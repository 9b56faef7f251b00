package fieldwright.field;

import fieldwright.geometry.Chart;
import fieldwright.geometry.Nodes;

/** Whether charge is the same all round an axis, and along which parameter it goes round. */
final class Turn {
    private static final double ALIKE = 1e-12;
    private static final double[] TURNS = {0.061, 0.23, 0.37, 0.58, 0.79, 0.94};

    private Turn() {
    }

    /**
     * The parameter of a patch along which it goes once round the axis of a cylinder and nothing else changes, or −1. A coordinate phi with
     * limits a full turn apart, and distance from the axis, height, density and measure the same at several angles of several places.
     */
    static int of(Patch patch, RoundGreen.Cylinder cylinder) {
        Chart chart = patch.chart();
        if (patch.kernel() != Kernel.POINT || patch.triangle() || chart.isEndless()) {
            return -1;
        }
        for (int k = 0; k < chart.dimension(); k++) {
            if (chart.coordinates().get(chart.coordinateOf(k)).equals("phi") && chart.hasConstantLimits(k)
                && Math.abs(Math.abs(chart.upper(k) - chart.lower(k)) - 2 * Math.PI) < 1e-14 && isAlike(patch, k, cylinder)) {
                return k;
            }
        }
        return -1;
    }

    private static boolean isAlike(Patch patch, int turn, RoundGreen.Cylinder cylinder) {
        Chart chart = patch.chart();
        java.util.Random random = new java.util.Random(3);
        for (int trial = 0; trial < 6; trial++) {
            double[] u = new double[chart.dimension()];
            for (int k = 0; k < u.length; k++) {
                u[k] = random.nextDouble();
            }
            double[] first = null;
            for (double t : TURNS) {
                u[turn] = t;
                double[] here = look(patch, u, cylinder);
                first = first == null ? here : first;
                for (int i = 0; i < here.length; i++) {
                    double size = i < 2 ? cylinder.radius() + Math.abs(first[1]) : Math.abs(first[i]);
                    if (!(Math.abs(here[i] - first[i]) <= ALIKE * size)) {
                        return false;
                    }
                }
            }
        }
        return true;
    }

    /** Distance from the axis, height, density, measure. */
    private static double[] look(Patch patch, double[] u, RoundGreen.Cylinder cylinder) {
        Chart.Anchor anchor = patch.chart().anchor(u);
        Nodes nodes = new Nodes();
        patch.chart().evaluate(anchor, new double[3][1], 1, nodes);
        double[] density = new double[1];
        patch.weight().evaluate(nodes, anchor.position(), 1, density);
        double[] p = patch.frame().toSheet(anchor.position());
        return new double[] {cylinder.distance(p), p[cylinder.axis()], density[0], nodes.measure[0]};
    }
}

══════════════════════════════

Output should match, line for line, the stretch of the material above from the line holding "java.util.Random random = new" through the line holding "double[] p = patch.frame().toSheet(anchor.position());".

## Response
        java.util.Random random = new java.util.Random(3);
        for (int trial = 0; trial < 6; trial++) {
            double[] u = new double[chart.dimension()];
            for (int k = 0; k < u.length; k++) {
                u[k] = random.nextDouble();
            }
            double[] first = null;
            for (double t : TURNS) {
                u[turn] = t;
                double[] here = look(patch, u, cylinder);
                first = first == null ? here : first;
                for (int i = 0; i < here.length; i++) {
                    double size = i < 2 ? cylinder.radius() + Math.abs(first[1]) : Math.abs(first[i]);
                    if (!(Math.abs(here[i] - first[i]) <= ALIKE * size)) {
                        return false;
                    }
                }
            }
        }
        return true;
    }

    /** Distance from the axis, height, density, measure. */
    private static double[] look(Patch patch, double[] u, RoundGreen.Cylinder cylinder) {
        Chart.Anchor anchor = patch.chart().anchor(u);
        Nodes nodes = new Nodes();
        patch.chart().evaluate(anchor, new double[3][1], 1, nodes);
        double[] density = new double[1];
        patch.weight().evaluate(nodes, anchor.position(), 1, density);
        double[] p = patch.frame().toSheet(anchor.position());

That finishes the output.